Secretary of State John Kerry and Director of National Intelligence (DNI) James Clapper within 24 hours of one another gave conflicting testimony before separate congressional committees about the extent and seriousness of Islamist jihadi terrorism.
In testimony before the House Committee on Foreign Affairs in February, Kerry stated, “Our citizens, our world today is actually, despite [ISIS], despite the visible killings that you see and how horrific they are, we are actually living in a period of less daily threat to Americans and to people in the world than normally — less deaths, less violent deaths today than through the last century. And so even the concept of state war has changed in many people’s minds, and we’re seeing now more asymmetrical kinds of struggles.”

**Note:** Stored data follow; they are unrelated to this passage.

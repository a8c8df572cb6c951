#!/usr/bin/python3
"""Golden values of the Stirling error of Gamma(x+1),

    se(x) = ln Gamma(x+1) - (x + 1/2) ln x + x - ln sqrt(2 pi),

at 40 significant digits with mpmath (Debian python3-mpmath), on a grid
dense between 0.01 and 40 (where internal/xmath switches methods) and
sparse above. Run: /usr/bin/python3 testdata/gen/stirling_error.py >
testdata/stirling_error.tsv
"""
import mpmath

mpmath.mp.dps = 60

xs = set()
for i in range(1, 100):
    xs.add(mpmath.mpf(i) / 100)
for i in range(100, 4001, 7):
    xs.add(mpmath.mpf(i) / 100)
for v in ["1", "2", "3", "9.999999999999998", "10", "10.000000000000002", "29.999", "30", "30.5", "1e2", "1234.5", "1e6", "1e12"]:
    xs.add(mpmath.mpf(v))

print("# x\tstirling_error(x)  (mpmath %s, 60 digits, printed to 20)" % mpmath.__version__)
for x in sorted(xs):
    xf = float(x)
    xm = mpmath.mpf(xf)  # the double nearest the grid point, exactly
    se = mpmath.loggamma(xm + 1) - (xm + mpmath.mpf(1) / 2) * mpmath.log(xm) + xm - mpmath.log(mpmath.sqrt(2 * mpmath.pi))
    print("%s\t%s" % (repr(xf), mpmath.nstr(se, 20)))
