#!/usr/bin/python3
"""Golden score statistics and p-values for the margin tests of package test.

Writes testdata/test_margin.tsv. Rows (tab-separated):

  diff  k1 n1 k2 n2 delta variance alternative z pvalue
  ratio k1 n1 k2 n2 rho   variance alternative z pvalue

variance is MN (Miettinen-Nurminen, factor N/(N-1)) or FM
(Farrington-Manning, factor 1). Independent of the Go code and of any
closed form: the restricted maximum-likelihood estimates are found by
maximizing the binomial log-likelihood along the null restriction
(p1 = p2 + delta, or p1 = rho p2) by golden-section search in mpmath at
40 digits (200 steps; the log-likelihood is concave along the restriction);
z and the normal tail p-value (scipy.special.ndtr) follow from the formulas in Farrington and Manning (1990) and Miettinen and Nurminen (1985).

Run from the repository root:  /usr/bin/python3 testdata/gen/test_margin.py
"""
import datetime

import mpmath
import scipy
from scipy.special import ndtr

mpmath.mp.dps = 40


def restricted(k1, n1, k2, n2, lo, hi, p1of):
    """MLE of p2 on [lo, hi] with p1 = p1of(p2), by golden section on the log-likelihood."""
    def ll(p2):
        p1 = p1of(p2)
        s = mpmath.mpf(0)
        for k, n, p in ((k1, n1, p1), (k2, n2, p2)):
            if k:
                s += k * mpmath.log(p)
            if n - k:
                s += (n - k) * mpmath.log(1 - p)
        return s
    # golden-section maximization in 40-digit arithmetic (the log-likelihood is concave)
    a, b = mpmath.mpf(lo), mpmath.mpf(hi)
    g = (mpmath.sqrt(5) - 1) / 2
    c, d = b - g * (b - a), a + g * (b - a)
    fc, fd = ll(c), ll(d)
    for _ in range(200):
        if fc >= fd:
            b, d, fd = d, c, fc
            c = b - g * (b - a)
            fc = ll(c)
        else:
            a, c, fc = c, d, fd
            d = a + g * (b - a)
            fd = ll(d)
    p2 = (a + b) / 2
    return p1of(p2), p2


def diff_row(k1, n1, k2, n2, delta, var, alt):
    eps = mpmath.mpf(10) ** -30
    lo, hi = max(0, -delta) + eps, min(1, 1 - delta) - eps
    p1t, p2t = restricted(k1, n1, k2, n2, lo, hi, lambda p2: p2 + delta)
    f = mpmath.mpf(n1 + n2) / (n1 + n2 - 1) if var == "MN" else 1
    v = f * (p1t * (1 - p1t) / n1 + p2t * (1 - p2t) / n2)
    z = float((mpmath.mpf(k1) / n1 - mpmath.mpf(k2) / n2 - delta) / mpmath.sqrt(v))
    return ["diff", k1, n1, k2, n2, repr(delta), var, alt, repr(z), repr(pval(z, alt))]


def ratio_row(k1, n1, k2, n2, rho, var, alt):
    eps = mpmath.mpf(10) ** -30
    lo, hi = eps, min(1, 1 / mpmath.mpf(rho)) - eps
    p1t, p2t = restricted(k1, n1, k2, n2, lo, hi, lambda p2: rho * p2)
    f = mpmath.mpf(n1 + n2) / (n1 + n2 - 1) if var == "MN" else 1
    v = f * (p1t * (1 - p1t) / n1 + rho * rho * p2t * (1 - p2t) / n2)
    z = float((mpmath.mpf(k1) / n1 - rho * mpmath.mpf(k2) / n2) / mpmath.sqrt(v))
    return ["ratio", k1, n1, k2, n2, repr(rho), var, alt, repr(z), repr(pval(z, alt))]


def pval(z, alt):
    if alt == "less":
        return float(ndtr(z))
    if alt == "greater":
        return float(ndtr(-z))
    return float(min(1.0, 2 * ndtr(-abs(z))))


def main():
    rows = []
    tables = [(56, 70, 48, 80), (7, 15, 12, 15), (30, 100, 40, 100), (95, 100, 90, 100),
              (1, 20, 3, 25), (140, 200, 150, 210), (12, 40, 3, 35)]
    for k1, n1, k2, n2 in tables:
        for var in ("MN", "FM"):
            for alt in ("two-sided", "less", "greater"):
                for delta in (-0.2, -0.1, 0.0, 0.05, 0.15):
                    rows.append(diff_row(k1, n1, k2, n2, delta, var, alt))
                for rho in (0.5, 0.8, 1.0, 1.25, 2.0):
                    rows.append(ratio_row(k1, n1, k2, n2, rho, var, alt))
    with open("testdata/test_margin.tsv", "w") as f:
        f.write("# Golden score statistics and p-values for the margin tests (row layout in the generator).\n")
        f.write("# Generator: /usr/bin/python3 testdata/gen/test_margin.py\n")
        f.write(f"# Tool: mpmath {mpmath.__version__}, SciPy {scipy.__version__} (Debian packages)\n")
        f.write(f"# Date: {datetime.date.today().isoformat()}\n")
        for r in rows:
            f.write("\t".join(str(x) for x in r) + "\n")


if __name__ == "__main__":
    main()
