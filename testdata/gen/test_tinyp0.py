#!/usr/bin/python3
"""Golden log p-values of the asymptotic one-sample tests at tiny p0.

Writes testdata/test_tinyp0.tsv. Rows (tab-separated):

  method k n p0 alternative logp

for method score, score-cc (continuity correction min(1/2, |k - n p0|)) and
likelihood-ratio (signed root of G2 = 2 [k ln(k/(n p0)) + (n-k) ln((n-k)/(n
(1-p0)))], 0 ln 0 = 0), with the standard normal tails: less ln Phi(z),
greater ln Phi(-z), two-sided ln min(1, 2 Phi(-|z|)). p0 runs down to the
smallest subnormal double (written as its shortest repr, which parses back
to the same double); each p0 is taken as that exact binary value. mpmath
evaluates everything at 60 digits, with no overflow or underflow; a log
p-value below -1.7976931348623157e308 (the most negative double) is
written as -inf.

Run from the repository root:  /usr/bin/python3 testdata/gen/test_tinyp0.py
"""
import datetime

import mpmath as mp

mp.mp.dps = 60
MAXF = mp.mpf("1.7976931348623157e308")


def stat(method, k, n, p0):
    k, n, p = mp.mpf(k), mp.mpf(n), mp.mpf(p0)
    if method == "likelihood-ratio":
        g = 0
        if k > 0:
            g += k * mp.log(k / (n * p))
        if n - k > 0:
            g += (n - k) * (mp.log((n - k) / n) - mp.log1p(-p))  # 1 - p rounds to 1
        z = mp.sqrt(2 * g)
        return -z if k < n * p else z
    d = k - n * p
    if method == "score-cc":
        c = min(mp.mpf("0.5"), abs(d))
        d = mp.sign(d) * (abs(d) - c)
    return d / mp.sqrt(n * p * (1 - p))


def lphi(x):
    """ln Phi(x). mpmath's erfc overflows a float internally for |x| beyond
    about 1e150, so below -1e6 the asymptotic series (Abramowitz and Stegun
    1964, 26.2.12) is used, ln Phi(x) = -x^2/2 - ln(-x) - ln sqrt(2 pi) +
    ln(1 - 1/x^2 + 3/x^4 - ...), whose 12 terms are exact far beyond 60
    digits there; above 0, ln Phi(x) = log1p(-Phi(-x)),
    as Phi(x) may round to 1 at 60 digits."""
    if x < -10**6:
        s, t = mp.mpf(1), mp.mpf(1)
        for j in range(1, 13):
            t *= -(2 * j - 1) / x**2
            s += t
        return -x**2 / 2 - mp.log(-x) - mp.log(mp.sqrt(2 * mp.pi)) + mp.log(s)
    if x > 0:  # ln(1 - Phi(-x)): ncdf(x) itself would round to 1
        return mp.log1p(-mp.exp(lphi(-x)))
    return mp.log(mp.ncdf(x))


def logp(z, alt):
    if alt == "less":
        return lphi(z)
    if alt == "greater":
        return lphi(-z)
    # 2 Phi(-|z|) = erfc(|z|/sqrt 2); log1p(-erf) keeps a tiny |z| visible
    return min(mp.mpf(0), mp.log1p(-mp.erf(abs(z) / mp.sqrt(2))) if abs(z) < 1 else mp.log(2) + lphi(-abs(z)))


def fmt(v):
    if v < -MAXF:
        return "-inf"
    return repr(float(v))


def main():
    rows = []
    for p0 in (5e-324, 4e-310, 1e-300, 1e-20):
        for k in (0, 1, 10):
            for method in ("score", "score-cc", "likelihood-ratio"):
                for alt in ("two-sided", "less", "greater"):
                    z = stat(method, k, 10, p0)
                    rows.append((method, k, 10, repr(p0), alt, fmt(logp(z, alt))))
    with open("testdata/test_tinyp0.tsv", "w") as f:
        f.write("# Golden log p-values of the score, score-cc and likelihood-ratio one-sample tests at tiny p0 (subnormal to 1e-20).\n")
        f.write("# Columns: method k n p0 alternative logp; -inf marks a log p-value below the most negative double.\n")
        f.write("# Generator: /usr/bin/python3 testdata/gen/test_tinyp0.py\n")
        f.write("# Tool: mpmath %s at 60 digits (Debian python3-mpmath)\n" % mp.__version__)
        f.write("# Date: %s\n" % datetime.date.today().isoformat())
        for r in rows:
            f.write("\t".join(str(x) for x in r) + "\n")


main()
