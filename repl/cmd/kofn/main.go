// Command kofn is the kofn shell: binomial inference from k successes in n
// trials at a prompt, in scripts (standard input) and in CSV batches. Run
// it and type help, or tour for a walk-through of an invented example.
//
//	kofn                       interactive on a terminal
//	kofn < commands.txt        run a script; exit status 1 if a line failed
//	kofn -c 'bounds 17/40'     run one command
package main

import (
	"os"

	"github.com/kofnlab/kofn/repl"
)

func main() { os.Exit(repl.Main(os.Args[1:], os.Stdin, os.Stdout, os.Stderr)) }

Retired Lt. Gen. Michael Flynn, former director of the Defense Intelligence Agency and director of intelligence for the Joint Chiefs of Staff, US Central Command and Joint Special Operations Command — who reputedly was forced to retire because of his disagreement with the White House over calling Islamist extremism for what it is — responded by telling told Fox News Kerry is "out of touch with reality; he clearly is not listening to the entire US Intelligence Community."
Indeed. Clapper subsequently told the Senate Committee on Armed Forces that, “When the final accounting is done, 2014 will have been the most lethal year for global terrorism in the 45 years since such data has been compiled.”
Clapper said, “Preliminary data for the first nine months of 2014 reflects nearly 13,000 attacks which killed 31,000 people,” compared to “just over 11,500 terrorist attacks worldwide [that] killed approximately 22,000 people.”
Clapper told the committee, “About half of all attacks as well as fatalities in 2014 occurred in just three countries: Iraq, Pakistan and Afghanistan. [The Islamic State, or ISIS] conducted more attacks than any other terrorist group in the first nine months of 2014.”
Total Islamist attacks began to skyrocket between 2003 and 2004, when there were approximately 1,500 attacks worldwide, Homeland Security Today was told by the National Consortium for the Study of Terrorism and Responses to Terrorism (START), a Department of Homeland Security (DHS) Center of Excellence based at the University of Maryland.